For now, assume $x > 2, y > 1$. Then $\log x - 1 \ge \log 1 = 0$, so 0 < \log \left\lceil \frac{y}{x} \right\rceil \le \log (x-1). Taking exponentials on both sides, we get 1 < \left\lceil \frac{y}{x} \right\rceil \le x-1.

Using the definition of $\lceil \cdot \rceil$ again, we find that since 1 < \lceil y/x \rceil, 1 < y/x, so $y > x$. Also, since $\lceil y/x \rceil \le x-1$, we have $y/x \le x-1$ as well, i.e., $y \le x^2-x$. In other words, solutions with $x > 2, y > 1$ will always be of the form x < y \le x^2 - x. Edit: Not all of these tuples fulfill the equation; you will need to check for every concrete pair.

Edit: If $x > 2$, it is also easy to see that if $y \le 1$, 0 < \log\lceil y/x\rceil fails to hold, so the above lists all solutions for $x > 2$.

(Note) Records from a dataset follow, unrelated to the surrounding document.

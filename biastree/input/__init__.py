"""Input: the plan model, the file loader and every structural check of a plan."""
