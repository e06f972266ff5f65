"""A flattened netlist: every device of the design with its full instance path.

This is what the recogniser works on.  Hierarchy, parameters and
multiplicity have been resolved by the flattener; each device keeps the
file and line it was written on, so every finding can point there.

>>> d = Device("xbias.q1", "npn", ("xbias.n1", "xbias.n1", "0"), "qn", where="a.sp:3")
>>> d.size, d.control, d.output, d.rail_side
(1.0, 'xbias.n1', 'xbias.n1', '0')
"""

from __future__ import annotations

from dataclasses import dataclass, field

TRANSISTORS = ("npn", "pnp", "nmos", "pmos")
SINKS = ("npn", "nmos")  # the rest source current from the supply
KINDS = TRANSISTORS + ("isource", "vsource", "resistor", "other")
GROUND = "0"


def family(kind: str) -> str:
    """'bjt' or 'mos' for a transistor kind."""
    return "bjt" if kind in ("npn", "pnp") else "mos"


@dataclass(frozen=True)
class Device:
    """One flattened device.

    ``nodes``: BJT (collector, base, emitter[, substrate]); MOS (drain, gate,
    source, bulk); two-terminal elements (positive, negative).  ``value`` is a
    source's DC value (A or V) or a resistor's resistance (ohm).  ``m`` is the
    total multiplicity (the instance's own ``m=`` times every enclosing
    X instance's), ``area`` a BJT's area factor; ``w``/``l`` a MOS gate in the
    netlist's length unit (already scaled by any ``.option scale``).
    """

    path: str
    kind: str
    nodes: tuple[str, ...]
    model: str | None = None
    value: float | None = None
    m: float = 1.0
    area: float = 1.0
    nf: float = 1.0
    w: float | None = None
    l: float | None = None
    dtemp: float = 0.0
    where: str = ""
    card: str | None = None  # name of the .model card or PDK device subcircuit

    @property
    def control(self) -> str:
        return self.nodes[1]

    @property
    def output(self) -> str:
        return self.nodes[0]

    @property
    def rail_side(self) -> str:
        return self.nodes[2]

    @property
    def size(self) -> float:
        """Size in the netlist's own units: BJT area × m; MOS (W/L) × m.

        ``nf`` is not a factor: W is the total gate width over all fingers
        (the BSIM4 convention, which the open 130 nm PDK follows).
        """
        if self.kind in ("npn", "pnp"):
            return self.area * self.m
        if self.w is None or self.l is None:
            return self.m
        return self.w / self.l * self.m


@dataclass(frozen=True)
class Card:
    """A ``.model`` card (lower-case parameter names, SI values)."""

    name: str
    kind: str
    params: dict[str, float]
    where: str = ""


@dataclass(frozen=True)
class Finding:
    """Something the extraction could not classify or had to assume, at a netlist line."""

    where: str
    subject: str  # instance or node name
    message: str

    def format(self) -> str:
        return f"{self.where}: {self.subject}: {self.message}" if self.where else f"{self.subject}: {self.message}"


@dataclass
class Flat:
    """Every device of a design, plus its model cards and global settings."""

    devices: list[Device]
    cards: dict[str, Card] = field(default_factory=dict)
    temperature: float | None = None  # °C from .temp
    source: str = "netlist"
    notes: list[Finding] = field(default_factory=list)  # elements skipped by the flattener
    # card or PDK device subcircuit name -> where the netlist gets it, as a plan card device's source
    # fields: {"library": path, "section": s}, {"include": path} or {"card": text} (see flatten.model_source)
    sources: dict[str, dict[str, str]] = field(default_factory=dict)

    def by_node(self) -> dict[str, list[tuple[Device, int]]]:
        """node → [(device, terminal index)]."""
        out: dict[str, list[tuple[Device, int]]] = {}
        for dev in self.devices:
            for i, node in enumerate(dev.nodes):
                out.setdefault(node, []).append((dev, i))
        return out
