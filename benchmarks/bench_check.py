"""Time `check` on generated plans: load+validate, build, solve, audit, table.

    python benchmarks/bench_check.py            # 1k, 10k, 100k loads
    python benchmarks/bench_check.py 5000       # one size

Plans are random and invented (biastree.generate); each phase is timed on
its own with time.perf_counter, best of --repeat runs.  "load" is read +
parse + validate + build; "(build)" is the tree build alone (inside load);
"CLI wall" is one `python -m biastree check PLAN` run, interpreter start-up
and table printing included.
"""

from __future__ import annotations

import argparse
import os
import subprocess
import sys
import tempfile
import time
from pathlib import Path

import biastree
from biastree.input.generate import random_plan, to_text
from biastree.input.loader import load_document, validate
from biastree.output.table import to_table


def best(fn, repeat: int):  # type: ignore[no-untyped-def]
    times, value = [], None
    for _ in range(repeat):
        start = time.perf_counter()
        value = fn()
        times.append(time.perf_counter() - start)
    return min(times), value


def main() -> None:
    parser = argparse.ArgumentParser()
    parser.add_argument("sizes", nargs="*", type=int, default=[1_000, 10_000, 100_000])
    parser.add_argument("--repeat", type=int, default=3)
    parser.add_argument("--format", choices=["yaml", "json"], default="yaml")
    args = parser.parse_args()
    print(f"{'loads':>8} {'mirrors':>8} {'load':>8} {'(build)':>8} {'solve':>8} {'audit':>8} {'table':>8} {'total':>8} {'CLI wall':>9}")
    with tempfile.TemporaryDirectory() as tmp:
        for n in args.sizes:
            path = Path(tmp) / f"plan{n}.{args.format}"
            path.write_text(to_text(random_plan(n, seed=n), args.format))
            # load = read + parse + validate + build (what biastree.load does)
            t_load, tree = best(lambda: biastree.load(path), args.repeat)
            plan = validate(load_document(path))
            t_build, _ = best(lambda: biastree.build(plan), args.repeat)
            t_solve, op = best(lambda: biastree.solve(tree), args.repeat)
            t_audit, result = best(lambda: biastree.audit(op), args.repeat)
            t_table, _ = best(lambda: to_table(result), args.repeat)
            total = t_load + t_solve + t_audit + t_table
            t_cli, _ = best(lambda: subprocess.run([sys.executable, "-m", "biastree", "check", str(path)],
                                                   stdout=subprocess.DEVNULL, check=False), 1)
            print(f"{n:>8} {len(tree.mirrors):>8} {t_load:>7.3f}s {t_build:>7.3f}s {t_solve:>7.3f}s "
                  f"{t_audit:>7.3f}s {t_table:>7.3f}s {total:>7.3f}s {t_cli:>8.3f}s")
    print(f"({os.cpu_count()} cores; best of {args.repeat})")


if __name__ == "__main__":
    main()
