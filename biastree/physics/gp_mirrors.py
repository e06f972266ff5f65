"""Bipolar mirrors solved exactly with the full Gummel–Poon DC model.

Each function takes a group (``biastree.physics.topologies.GroupInput``) and
solves it of mirrors of one topology at once, like the
entries of ``biastree.physics.topologies`` (first axis mirrors or branches,
trailing axes conditions), but with every device given by
``biastree.physics.gummel_poon``: current-dependent β (ISE/NE, IKF, NKF),
reverse Early effect, RB/IRB/RBM, RE, RC.  Sizes are numbers of unit devices
in parallel (SPICE's ``m=``).  The unknown node voltages are found by a
vectorised, bracketed Newton iteration on each mirror's KCL, nested where a
topology has more than one unknown node.

Voltages are distances from the mirror's rail (the npn view).
"""

from __future__ import annotations

from typing import Any

import numpy as np

from biastree.physics import gummel_poon as gp
from biastree.physics.devices import Array

# (input voltage, output currents, smallest output distance, extra current) — the fields
# of biastree.physics.topologies.GroupOutput, which wraps them
Solution = tuple[Array, Array, Array, Array]


def _rows(p: gp.GummelPoon, row: Array, scale: Array | float | None) -> gp.GummelPoon:
    # taken once per parameter set and row index (a group is solved again at every sweep)
    kept = p.scratch.get("rows")
    if kept is None or kept[0] is not row:
        kept = (row, p.take(row))  # the row array is kept: its id cannot be reused meanwhile
        p.scratch["rows"] = kept
    out = kept[1]
    return out if scale is None else out.with_is_scale(scale)


def _segment_sum(g: Any, per_branch: Array) -> Array:
    """Σ over each mirror's branches (count copies included), (k, C): ``g.segment_sum``
    with ``np.bincount`` per column, which adds in the same order as ``np.add.at``
    (the same sums) and is many times faster."""
    x = np.asarray(per_branch * g.count, dtype=float)
    k = g.i_in.shape[0]
    if x.ndim == 1:
        return np.bincount(g.row, x, k)
    return _segment_sum_flat(g.row, x, k)


def _segment_sum_flat(row: Array, x: Array, k: int) -> Array:
    """Σ of the rows of a (nb, n) array into k segments, one ``np.bincount`` per column."""
    out = np.empty((k, x.shape[1]))
    for j in range(x.shape[1]):
        out[:, j] = np.bincount(row, x[:, j], k)
    return out


def diode_current(v: Array, p: gp.GummelPoon) -> Array:
    """Terminal current I_C + I_B of a diode-connected unit device at V_BE = ``v``."""
    ic, ib = gp.terminal(v, np.zeros_like(v), p)
    return ic + ib


def _diode_g(v: Array, p: gp.GummelPoon) -> tuple[Array, Array]:
    """I_C + I_B of a diode-connected unit device at V_BE = ``v`` (collector on the base:
    V_BC = 0) and its slope d/dv."""
    ic, ib, (a, b, c, d) = gp.terminal_g(v, np.zeros_like(v), p)
    return ic + ib, a + c  # V_BC stays 0 as v moves: only the V_BE conductances count


def diode_voltage(current: Array, p: gp.GummelPoon) -> Array:
    """V_BE of a diode-connected unit device carrying ``current``."""
    def resid(v: Array) -> tuple[Array, Array]:
        i, g = _diode_g(v, p)
        return i - current, g

    return gp.solve_increasing(resid, gp.vbe_guess(current, p), slope=True)


def emitter_voltage_for(base: Array, collector: Array, emitter_current: Array, p: gp.GummelPoon) -> Array:
    """Emitter voltage of a unit device whose base and collector sit at ``base`` and
    ``collector`` and whose emitter carries ``emitter_current`` (an emitter follower)."""
    def resid(ve: Array) -> tuple[Array, Array]:
        ic, ib, (a, _, c, _) = gp.terminal_g(base - ve, base - collector, p)
        # falls as V_E rises: negated for an increasing residual (dV_BE/dV_E = −1)
        return emitter_current - (ic + ib), a + c

    start = base - gp.vbe_guess(emitter_current, p)
    return gp.solve_increasing(resid, start, slope=True)


def simple(g: Any, p: gp.GummelPoon) -> Solution:
    """Simple mirror: diode-connected input (A0 units), outputs of m_k·A0 units on its base line.

    KCL at the input node:  I_in = A0·(I_C1 + I_B1)(V) + Σ_k count_k·m_k·A0·I_B,k(V, V − d_k).
    V and every device's two internal junction voltages are solved together by one Newton
    iteration (``_simple_joint``); where that does not settle, V alone by a bracketed Newton
    iteration with each device's internal nodes solved inside it (``_simple_nested``).
    """
    r = g.row
    a0 = g.dev.size_in
    out_p = _rows(p, r, g.is_scale)
    units = g.ratio * a0[r]
    v, current = _simple_joint(g, p, out_p, units)
    if v is None:
        v = _simple_nested(g, p, out_p, units)
        ic, _ = gp.terminal(v[r], v[r] - g.distance, out_p)
        current = units * ic
    return v, current, np.broadcast_to(v[r], current.shape).copy(), np.zeros_like(g.i_in)
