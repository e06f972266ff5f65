"""Annotated tree diagram as Graphviz DOT text (pure; no Graphviz needed).

Status is encoded twice so it survives grey print and colour-blind
readers: by colour (our own palette: blue-green for pass, vermilion for
fail) *and* by a text mark and border (``PASS`` in a single border,
``FAIL`` in a bold double border).  A legend sits on the diagram.
"""

from __future__ import annotations

from dataclasses import dataclass
from html import escape

import numpy as np

from biastree.analysis.audit import Audit
from biastree.errors import BiasTreeError
from biastree.output.columns import BY_KEY
from biastree.units import format_si, signed_percent

PASS_COLOUR, PASS_FILL = "#00796b", "#e0f2ef"
FAIL_COLOUR, FAIL_FILL = "#c0392b", "#fbe3df"
MIRROR_COLOUR, MIRROR_FILL = "#455a64", "#f3f5f6"
REF_COLOUR, REF_FILL = "#283593", "#e8eaf6"
PASS_MARK, FAIL_MARK = "PASS", "FAIL"
AUTO_NODE_LIMIT = 3000  # at most about this many nodes go to Graphviz (its layout time grows fast)
ROW_LIMIT = 80  # nodes in one column: about 80 × 60 pt, a tall but readable page when zoomed
ANNOTATIONS = ("current", "ratio", "error")


@dataclass(frozen=True)
class Diagram:
    """DOT text plus what a caller should tell the user about it."""

    text: str
    nodes: int
    notes: tuple[str, ...] = ()


def _q(name: str) -> str:
    """A DOT quoted string; a newline in ``name`` becomes a DOT line break."""
    return '"' + name.replace("\\", "\\\\").replace('"', '\\"').replace("\n", "\\n") + '"'


def _pct(x: float) -> str:
    return signed_percent(x, 2)


def _rows(title: str, lines: list[str], colour: str) -> str:
    cells = "".join(f'<TR><TD ALIGN="LEFT">{line}</TD></TR>' for line in lines)
    return (f'<<TABLE BORDER="0" CELLBORDER="0" CELLSPACING="0" CELLPADDING="1">'
            f'<TR><TD ALIGN="LEFT"><B><FONT COLOR="{colour}">{title}</FONT></B></TD></TR>{cells}</TABLE>>')
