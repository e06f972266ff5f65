"""Size of the HTML review report and its load time in headless Chromium.

    python benchmarks/bench_report.py [N ...]      (default: 2000 10000)

Generated plans (invented data, biastree.input.generate).  For each size it
prints the time to build the page, its size, the time until the page's
script has built the tables (selenium ``get`` returns after the load event;
the page sets ``data-ready`` at the end of its script), and the time to
filter to the failing loads.  Needs /usr/bin/chromium and chromedriver.
Numbers, not an assertion: this shared machine's timings vary.
"""

from __future__ import annotations

import shutil
import sys
import tempfile
import time
from pathlib import Path

import biastree
from biastree.input.generate import random_plan, to_text
from biastree.output.dot import to_dot
from biastree.output.html import to_html
from biastree.output.plots import report_plots
from biastree.output.render import render, svg_body

FLAGS = ("--headless", "--no-sandbox", "--disable-gpu", "--disable-background-networking",
         "--disable-component-update", "--disable-sync", "--no-first-run", "--window-size=1400,900")


def browser(profile: str):  # type: ignore[no-untyped-def]
    from selenium import webdriver
    from selenium.webdriver.chrome.service import Service

    options = webdriver.ChromeOptions()
    options.binary_location = shutil.which("chromium") or "/usr/bin/chromium"
    for flag in FLAGS:
        options.add_argument(flag)
    options.add_argument(f"--user-data-dir={profile}")
    return webdriver.Chrome(service=Service(shutil.which("chromedriver")), options=options)


def main() -> None:
    sizes = [int(a) for a in sys.argv[1:]] or [2000, 10000]
    with tempfile.TemporaryDirectory() as tmp:
        driver = browser(str(Path(tmp) / "profile"))
        try:
            for n in sizes:
                plan = Path(tmp) / f"plan{n}.yaml"
                plan.write_text(to_text(random_plan(n, seed=n)))
                result = biastree.check(plan)
                t0 = time.perf_counter()
                picture = to_dot(result)
                svg = svg_body(render(picture.text, "svg", picture.nodes))
                t1 = time.perf_counter()
                page = to_html(result, svg, str(plan), plots=report_plots(result))
                t2 = time.perf_counter()
                out = Path(tmp) / f"review{n}.html"
                out.write_text(page, encoding="utf-8")
                best = []
                for _ in range(3):
                    t = time.perf_counter()
                    driver.get(out.as_uri())
                    assert driver.execute_script("return document.body.dataset.ready") == "1"
                    best.append(time.perf_counter() - t)
                t = time.perf_counter()
                driver.execute_script("var s = document.getElementById('verdict'); s.value = 'fail';"
                                      "s.dispatchEvent(new Event('change'));")
                shown = driver.execute_script("return document.getElementById('count').textContent")
                t_filter = time.perf_counter() - t
                failing = int((~result.passed).sum())
                print(f"{n:>7} loads, {len(result.tree.mirrors)} mirrors, {failing} failing: diagram {t1 - t0:.2f} s "
                      f"({picture.nodes} nodes), page built in {t2 - t1:.2f} s, {len(page.encode()) / 1e6:.1f} MB; "
                      f"opens in {min(best):.2f} s (best of 3); filter to failing {t_filter:.2f} s ({shown})")
        finally:
            driver.quit()


if __name__ == "__main__":
    main()
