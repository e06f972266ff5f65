"""From a validated ``Plan`` to a checked tree (networkx DiGraph + arrays).

Structural rules live here: every name resolves, every mirror and load is
fed exactly once from the reference, no cycles, and current polarity works
(a sinking npn/nmos output can only feed a sourcing pnp/pmos mirror or a
load, and the other way round).  The arrays built here are what the solver
walks, one generation of mirrors at a time.
"""

from __future__ import annotations

import difflib
from dataclasses import dataclass
from functools import cached_property
from typing import Any, Callable

import networkx as nx
import numpy as np

from .errors import PlanError, Problem
from .loader import format_path
from .plan import BjtModel, Plan
from .topologies import TOPOLOGIES

REFERENCE = "reference"

Locate = Callable[[tuple[Any, ...]], "int | None"]


@dataclass(frozen=True)
class Tree:
    """A plan's bias tree.  Mirrors are listed in generation order (root first).

    Branch arrays (prefix ``b_``) have one entry per branch as written in the
    plan; ``count`` copies of a branch are one entry with a multiplicity.
    """

    plan: Plan
    mirrors: tuple[str, ...]
    loads: tuple[str, ...]
    generations: tuple[np.ndarray, ...]
    m_sink: np.ndarray  # bool: npn/nmos mirrors sink current to ground
    m_bipolar: np.ndarray  # bool
    m_in_branch: np.ndarray  # branch feeding each mirror (-1 for the root)
    m_mult: np.ndarray  # instances of each mirror (product of counts above it)
    m_fanout: np.ndarray  # Σ ratio·count over the mirror's branches
    b_parent: np.ndarray
    b_index: np.ndarray  # position in the parent's branch list
    b_ratio: np.ndarray
    b_count: np.ndarray
    b_to_load: np.ndarray  # bool
    b_child: np.ndarray  # index into mirrors or loads
    l_branch: np.ndarray  # branch feeding each load
    l_mult: np.ndarray  # instances of each load

    @cached_property
    def graph(self) -> nx.DiGraph:
        """The tree as a networkx DiGraph: reference → mirrors → loads.

        Edges carry ``branch`` (index in the parent's list), ``ratio`` and ``count``.
        """
        return _graph(self.plan)

    @cached_property
    def mirror_paths(self) -> list[tuple[int, ...]]:
        """For each mirror, the mirror indices from the root down to it."""
        paths: list[tuple[int, ...]] = [()] * len(self.mirrors)
        for gen in self.generations:
            for m in gen.tolist():
                b = int(self.m_in_branch[m])
                paths[m] = (paths[int(self.b_parent[b])] if b >= 0 else ()) + (m,)
        return paths

    @cached_property
    def m_ideal_in(self) -> np.ndarray:
        """Input current each mirror would get with ideal mirrors (ratios only)."""
        ideal = np.zeros(len(self.mirrors))
        ideal[self.generations[0]] = self.plan.reference.current
        for gen in self.generations[1:]:
            b = self.m_in_branch[gen]
            ideal[gen] = ideal[self.b_parent[b]] * self.b_ratio[b]
        return ideal

    def path(self, load: int) -> list[int]:
        """Mirror indices from the root down to the mirror that feeds ``load``."""
        return list(self.mirror_paths[int(self.b_parent[self.l_branch[load]])])


def _hint(name: str, known: list[str]) -> str:
    close = difflib.get_close_matches(name, known, n=1, cutoff=0.6)
    return f" (did you mean '{close[0]}'?)" if close else ""


def is_sink(kind: str) -> bool:
    return kind in ("npn", "nmos")


def _check_spread(plan: Plan) -> list[tuple[tuple[Any, ...], str]]:
    """Matching coefficients given twice or without an area; matched pairs naming nothing."""
    out: list[tuple[tuple[Any, ...], str]] = []
    for name, dev in plan.devices.items():
        pairs = (("a_is_pair", "a_is_single"),) if isinstance(dev, BjtModel) else (
            ("a_vt_pair", "a_vt_single"), ("a_beta_pair", "a_beta_single"))
        for pair, one in pairs:
            if getattr(dev, pair) is not None and getattr(dev, one) is not None:
                out.append((("devices", name, one), f"give either {pair} (a pair's σ) or {one} (one device's), not both"))
        if isinstance(dev, BjtModel) and (dev.a_is_pair or dev.a_is_single) and dev.area is None:
            out.append((("devices", name), "a bipolar matching coefficient needs the unit device's emitter area (area: 4um^2)"))
    for name, group in plan.matched.items():
        for k, load in enumerate(group.loads):
            if load not in plan.loads:
                out.append((("matched", name, "loads", k), f"no load named '{load}'{_hint(load, list(plan.loads))}"))
        if len(set(group.loads)) != len(group.loads):
            out.append((("matched", name, "loads"), "a matched pair needs two different loads"))
    return out


def _levels(plan: Plan) -> list[list[str]]:
    """Mirrors reachable from the reference, level by level (breadth first)."""
    levels: list[list[str]] = []
    seen: set[str] = set()
    level = [plan.reference.feeds] if plan.reference.feeds in plan.mirrors else []
    while level:
        levels.append(level)
        seen.update(level)
        nxt = []
        for name in level:
            for branch in plan.mirrors[name].branches:
                if branch.to in plan.mirrors and branch.to not in seen:
                    seen.add(branch.to)
                    nxt.append(branch.to)
        level = nxt
    return levels


_TOPOLOGY_KEYS = ("helper_size", "bleed", "degeneration", "degeneration_drop", "bias_current", "swing_n")


def _topology_params(name: str, mirror: Any, topo: Any) -> list[tuple[tuple[Any, ...], str]]:
    """Parameters given to the wrong topology, missing ones, and output limits."""
    out = []
    for key in _TOPOLOGY_KEYS:
        if key in mirror.model_fields_set and key not in topo.params:
            owners = sorted(t.name for t in TOPOLOGIES.values() if key in t.params)
            out.append((("mirrors", name, key), f"applies to {'/'.join(owners)} mirrors, not to a {topo.name} mirror"))
    if topo.name == "degenerated":
        given = [k for k in ("degeneration", "degeneration_drop") if getattr(mirror, k) is not None]
        if len(given) != 1:
            out.append((("mirrors", name), "a degenerated mirror needs exactly one of degeneration (Ω) or degeneration_drop (V)"))
    if topo.single_output and (len(mirror.branches) != 1 or mirror.branches[0].count != 1):
        out.append(
            (
                ("mirrors", name, "branches"),
                f"a {topo.name} mirror regulates a single output: give it one branch with count 1 "
                "(fan out through a mirror below it)",
            )
        )
    return out


def _no_device(name: str, known: list[str]) -> str:
    return f"no device model named '{name}'{_hint(name, known)}"


def _no_target(name: str, known: list[str]) -> str:
    return f"no mirror or load named '{name}'{_hint(name, known)}"


def _no_feed(name: str, mirrors: list[str], loads: list[str]) -> str:
    if name in loads:
        return f"'{name}' is a load; the reference must feed a mirror"
    return f"no mirror named '{name}'{_hint(name, mirrors)}"


def raw_name_problems(data: Any) -> list[tuple[tuple[Any, ...], str]]:
    """Names that resolve to nothing, found in raw (not yet validated) plan data.

    Used when field validation already failed, so that one run still reports
    every problem it can: a misspelt key and a branch to a misspelt load together.
    """
    if not isinstance(data, dict):
        return []
    def names(section: str) -> list[str]:
        value = data.get(section)
        return list(value) if isinstance(value, dict) else []
    devices, mirrors, loads = names("devices"), names("mirrors"), names("loads")
    out: list[tuple[tuple[Any, ...], str]] = []
    ref = data.get("reference")
    if isinstance(ref, dict) and isinstance(ref.get("feeds"), str) and ref["feeds"] not in mirrors and mirrors:
        out.append((("reference", "feeds"), _no_feed(ref["feeds"], mirrors, loads)))
    for name in mirrors:
        spec = data["mirrors"][name]
        if not isinstance(spec, dict):
            continue
        if isinstance(spec.get("device"), str) and devices and spec["device"] not in devices:
            out.append((("mirrors", name, "device"), _no_device(spec["device"], devices)))
        branches = spec.get("branches")
        for i, branch in enumerate(branches if isinstance(branches, list) else []):
            target = branch.get("to") if isinstance(branch, dict) else None
            if isinstance(target, str) and target not in mirrors and target not in loads:
                out.append((("mirrors", name, "branches", i, "to"), _no_target(target, mirrors + loads)))
    return out


def check_structure(plan: Plan) -> list[tuple[tuple[Any, ...], str]]:
    """Every structural problem of the plan as (key path, message)."""
    problems: list[tuple[tuple[Any, ...], str]] = []
    mirrors, loads, devices = plan.mirrors, plan.loads, plan.devices
    for name in sorted(set(mirrors) & set(loads)):
        problems.append((("loads", name), f"'{name}' names both a mirror and a load; names must be unique"))
    for section, names in (("mirrors", mirrors), ("loads", loads)):
        if REFERENCE in names:
            problems.append(((section, REFERENCE), "'reference' is reserved for the root; choose another name"))

    kinds: dict[str, str] = {}
    for name, mirror in mirrors.items():
        device = devices.get(mirror.device)
        if device is None:
            problems.append((("mirrors", name, "device"), _no_device(mirror.device, list(devices))))
            continue
        kinds[name] = device.kind
        family = "bjt" if isinstance(device, BjtModel) else "mos"
        topo = TOPOLOGIES[mirror.topology]
        if family not in topo.kinds:
            problems.append(
                (("mirrors", name, "topology"), f"topology '{topo.name}' is not available for {device.kind} devices")
            )
        problems += _topology_params(name, mirror, topo)

    fed_by: dict[str, tuple[Any, ...]] = {}
    ref = plan.reference
    if ref.feeds in mirrors:
        fed_by[ref.feeds] = ("reference", "feeds")
    else:
        problems.append((("reference", "feeds"), _no_feed(ref.feeds, list(mirrors), list(loads))))

    for name, mirror in mirrors.items():
        for i, branch in enumerate(mirror.branches):
            where = ("mirrors", name, "branches", i, "to")
            target = branch.to
            if target not in mirrors and target not in loads:
                problems.append((where, _no_target(target, list(mirrors) + list(loads))))
                continue
            if target == name:
                problems.append((where, f"mirror '{name}' cannot feed itself"))
                continue
            if target in fed_by:
                other = format_path(fed_by[target])
                problems.append(
                    (where, f"'{target}' is already fed by {other}; each mirror or load has one feed (use count for copies)")
                )
                continue
            fed_by[target] = where
            if target in mirrors and name in kinds and target in kinds and is_sink(kinds[name]) == is_sink(kinds[target]):
                verb = "sinks" if is_sink(kinds[name]) else "sources"
                want = "pnp/pmos" if is_sink(kinds[name]) else "npn/nmos"
                problems.append(
                    (
                        where,
                        f"polarity: {kinds[name]} mirror '{name}' {verb} current, so it can feed a {want} mirror or a load, "
                        f"not {kinds[target]} mirror '{target}'",
                    )
                )

    reachable = {m for level in _levels(plan) for m in level}
    reachable |= {b.to for m in reachable for b in mirrors[m].branches if b.to in loads}
    in_cycle: set[str] = set()
    # Every node fed once and reachable from the reference makes a tree: no
    # cycle is possible, so the (slower) search only runs when something is off.
    if problems or len(reachable) < len(mirrors) + len(loads):
        for cycle in _cycles(_graph(plan)):
            text = " -> ".join(cycle + [cycle[0]])
            problems.append((("mirrors", cycle[0]), f"cycle: {text}"))
            in_cycle.update(cycle)  # a cycle is reported once, not as unreachable too
    for name in mirrors:
        if name not in fed_by:
            problems.append((("mirrors", name), "never fed: no branch or reference drives this mirror"))
        elif name not in reachable and name not in in_cycle:
            problems.append((("mirrors", name), "not reachable from the reference (it hangs below a cycle)"))
    for name in loads:
        if name not in fed_by:
            problems.append((("loads", name), "never fed: no branch drives this load"))

    from .floorplan import check_floorplan

    problems += check_floorplan(plan)
    problems += _check_spread(plan)
    for name, load in loads.items():
        lo, _, hi = load.v_range
        if lo < 0 or hi > plan.supply:
            problems.append(
                (("loads", name, "voltage"), f"node voltage must lie between 0 V and the supply ({plan.supply:g} V)")
            )
    return problems


def _graph(plan: Plan) -> nx.DiGraph:
    graph = nx.DiGraph()
    graph.add_node(REFERENCE, role="reference")
    graph.add_nodes_from(plan.mirrors, role="mirror")
    graph.add_nodes_from(plan.loads, role="load")
    if plan.reference.feeds in plan.mirrors:
        graph.add_edge(REFERENCE, plan.reference.feeds, branch=-1)
    for name, mirror in plan.mirrors.items():
        for i, branch in enumerate(mirror.branches):
            if branch.to in graph and not graph.has_edge(name, branch.to):
                graph.add_edge(name, branch.to, branch=i, ratio=branch.ratio, count=branch.count)
    return graph
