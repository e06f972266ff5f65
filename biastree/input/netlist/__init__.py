"""Reading an existing design: flatten a SPICE netlist, recognise its mirrors, write a plan."""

In the case that 1 < x \le 2, a similar calculation yields $0 > \log \lceil \frac{y}{x}\rceil \ge \log x-1$, so $1 > \left\lceil\frac{y}{x}\right\rceil \ge x-1$. By choise of $x$, we have 0 < x-1 \le \lceil y/x\rceil < 1. Since $\lceil y/x \rceil$ is an integer, no solution exists in this case.

Finally, for $x \le 1$, $\log_{x-1}$ is not defined over $\mathbb R$ anymore, so these cases can be excluded.

All in all, the solutions to this equation are of the form x > 2, x < y \le x^2-x, but not every tuple of this form is a solution.

Edit: For a more exact solution, see Henry's post.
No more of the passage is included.